Saved entries:
package lamella.spark;

import java.io.IOException;
import java.io.PrintStream;
import java.io.Serializable;
import java.io.UncheckedIOException;
import java.nio.file.Path;
import java.util.ArrayList;
import java.util.List;
import java.util.Locale;
import java.util.concurrent.atomic.AtomicInteger;
import lamella.api.CaseDocument;
import lamella.api.InputException;
import lamella.api.OwnInputs;
import lamella.api.fit.CurveFit;
import lamella.map.MapBlock;
import lamella.map.MapData;
import lamella.map.MapEngine;
import lamella.map.MapJournal;
import lamella.map.MapOutputs;
import org.apache.spark.SparkException;
import org.apache.spark.TaskContext;
import org.apache.spark.api.java.JavaSparkContext;
import org.apache.spark.scheduler.SparkListener;
import org.apache.spark.scheduler.SparkListenerTaskEnd;
import org.apache.spark.sql.SparkSession;

/**
 * The map command as a Spark application: the driver reads the case and the map data (CSV or Parquet), cuts the
 * positions into the local engine's tiles and gives Spark one element per tile not yet in the journal; each task fits
 * its tile with {@link MapEngine#fitTile} — the same code, starts and order as the local engine, so the map is the
 * same to the last bit — and writes it into the journal before returning it. A task that fails is retried by Spark;
 * a tile's result is taken once, from the attempt that finished. The driver writes map.csv, map.parquet, the images and
 * the summary when every tile is in. Case file, data, libraries and the output folder must be on a file system every
 * executor sees (always so in local mode).
 */
final class MapJob {

    private MapJob() {
    }

    /** One tile to fit: its index in the tiling and its positions in the order they are fitted. */
    record TileTask(int index, List<MapData.Position> positions) implements Serializable {
    }

    /** A tile fitted. */
    record TileDone(int index, MapEngine.Result[] results) implements Serializable {
    }

    static int run(SparkSession spark, Path caseFile, Path out, int partitions, JobSettings settings, PrintStream stdout,
                   PrintStream err) {
        JobModels models = JobModels.of(settings);
        try {
            CaseDocument doc = models.reader.read(caseFile);
            MapBlock block = MapBlock.read(doc);
            CurveFit fit = models.fitter.curves(doc, block.signal());
            List<Path> inputs = new ArrayList<>(OwnInputs.ofCase(caseFile));
            inputs.add(block.data());
            List<Path> outputs = new ArrayList<>(MapOutputs.files(out, fit));
            outputs.add(out.resolve(ParquetMaps.TABLE));
            for (Path f : outputs) {
                Path clash = OwnInputs.clash(f, inputs);
                if (clash != null) {
                    err.println(OwnInputs.message("map", out, clash));
                    return SparkMain.BAD_INPUT;
                }
            }
            long t0 = System.nanoTime();
            MapData data = MapBlock.isParquet(block.data())
                    ? ParquetMaps.read(spark, block.data(), fit.xColumn(), fit.signal())
                    : MapData.read(block.data(), fit.xColumn(), fit.signal());
            fit.check(data.x, data.hasSigma, "map.data");
            MapJournal journal = MapJournal.open(out, MapJournal.fingerprint(inputs));
            MapEngine.Result[] results = fitAll(spark, caseFile, fit, data, journal, partitions, settings, err);
            double seconds = (System.nanoTime() - t0) * 1e-9;
            String engine = "Spark " + spark.version() + " on " + spark.sparkContext().master();
            String summary = MapOutputs.write(out, doc.file(), data, results, fit, seconds, engine,
                    journal.positionsReadBack());
            ParquetMaps.write(spark, out, data, results, fit);
            journal.remove();
            stdout.print(summary);
            stdout.println("results: " + out.resolve(MapOutputs.TABLE) + " and " + out.resolve(ParquetMaps.TABLE));
            return MapOutputs.anyFitted(results) ? SparkMain.OK : SparkMain.FAILED;
        } catch (InputException e) {
            err.println("lamella map: " + e.getMessage());
            return SparkMain.BAD_INPUT;
        } catch (IOException | UncheckedIOException e) {
            err.println("lamella map: cannot write into " + out + ": " + e.getMessage());
            return SparkMain.FAILED;
        } catch (SparkException e) {
            err.println("lamella map: the Spark job failed: " + SparkMain.firstLine(e) + "\nthe tiles done are kept in "
                    + out.resolve(MapJournal.FOLDER) + " and the same command again fits only the rest");
            return SparkMain.FAILED;
        }
    }

    private static MapEngine.Result[] fitAll(SparkSession spark, Path caseFile, CurveFit fit, MapData data,
                                             MapJournal journal, int partitions, JobSettings settings,
                                             PrintStream err) throws SparkException {
        List<MapData.Position> positions = data.positions;
        MapEngine.Result[] results = new MapEngine.Result[positions.size()];
        List<int[]> tiles = MapEngine.tiles(positions);
        double reach = MapEngine.reach(positions);
        List<TileTask> todo = new ArrayList<>();
        for (int t = 0; t < tiles.size(); t++) {
            int[] tile = tiles.get(t);
            MapEngine.Result[] earlier = journal.read(t, tile.length);
            if (earlier != null) {
                place(results, tile, earlier);
            } else {
                todo.add(new TileTask(t, MapEngine.members(positions, tile)));
            }
        }
        if (todo.isEmpty()) {
            return results;
        }
        JavaSparkContext jsc = JavaSparkContext.fromSparkContext(spark.sparkContext());
        int slices = partitions > 0 ? partitions : Math.max(1, Math.min(todo.size(), 4 * jsc.defaultParallelism()));
        Progress progress = new Progress(err, slices, positions.size() - countTodo(todo), "map");
        spark.sparkContext().addSparkListener(progress);
        String file = caseFile.toString();
        String signal = fit.signal();
        double[] x = data.x;
        List<TileDone> done;
        try {
            done = jsc.parallelize(todo, slices).map(task -> fitTile(task, file, signal, x, reach, journal,
                    settings)).collect();
        } catch (Exception e) {
            // Spark throws its checked SparkException without declaring it.
            if (e instanceof SparkException s) {
                throw s;
            }
            throw e;
        } finally {
            spark.sparkContext().removeSparkListener(progress);
        }
        for (TileDone d : done) {
            place(results, tiles.get(d.index()), d.results());
        }
        return results;
    }

    /** Runs in a task: fits one tile and journals it; the injected fault (tests) fails a tile's first attempt. */
    static TileDone fitTile(TileTask task, String caseFile, String signal, double[] x, double reach,
                            MapJournal journal, JobSettings settings) throws Exception {
        TaskContext context = TaskContext.get();
        if (task.index() == settings.failTask() && context != null && context.attemptNumber() == 0) {
            throw new IllegalStateException("fault injected into the first attempt of tile " + task.index());
        }
        CurveFit fit = JobModels.of(settings).curves(caseFile, signal);
        MapEngine.Result[] r = new MapEngine(fit, x, 1).fitTile(task.positions(), reach);
        journal.write(task.index(), r);
        return new TileDone(task.index(), r);
    }

    private static void place(MapEngine.Result[] results, int[] tile, MapEngine.Result[] r) {
        for (int k = 0; k < tile.length; k++) {
            results[tile[k]] = r[k];
        }
    }

    private static int countTodo(List<TileTask> todo) {
        int n = 0;
        for (TileTask t : todo) {
            n += t.positions().size();
        }
        return n;
    }

    /** Progress on standard error about every two seconds: tasks done, and the time left. */
    static final class Progress extends SparkListener {
        private final PrintStream err;
        private final int tasks;
        private final int readBack;
        private final String job;
        private final long start = System.nanoTime();
        private final AtomicInteger done = new AtomicInteger();
        private volatile long last = start;

        Progress(PrintStream err, int tasks, int readBack, String job) {
            this.err = err;
            this.job = job;
            this.tasks = tasks;
            this.readBack = readBack;
        }

        @Override
        public void onTaskEnd(SparkListenerTaskEnd end) {
            if (!end.taskInfo().successful()) {
                return;
            }
            int n = done.incrementAndGet();
            long now = System.nanoTime();
            if (now - last < 2_000_000_000L && n < tasks) {
                return;
            }
            last = now;
            double seconds = (now - start) * 1e-9;
            String left = n < tasks ? String.format(Locale.ROOT, ", about %.0f s left", (tasks - n) * seconds / n)
                    : "";
            err.printf(Locale.ROOT, "%s: %d/%d partitions done%s%s%n", job, n, tasks,
                    readBack > 0 ? " (" + readBack + " positions read back)" : "", left);
        }
    }
}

• **About this task**:
The line containing "import lamella.map.MapEngine;" marks the end: copy exactly every line from the top of the data above down to it, that line included.

• **Your solution**:
package lamella.spark;

import java.io.IOException;
import java.io.PrintStream;
import java.io.Serializable;
import java.io.UncheckedIOException;
import java.nio.file.Path;
import java.util.ArrayList;
import java.util.List;
import java.util.Locale;
import java.util.concurrent.atomic.AtomicInteger;
import lamella.api.CaseDocument;
import lamella.api.InputException;
import lamella.api.OwnInputs;
import lamella.api.fit.CurveFit;
import lamella.map.MapBlock;
import lamella.map.MapData;
import lamella.map.MapEngine;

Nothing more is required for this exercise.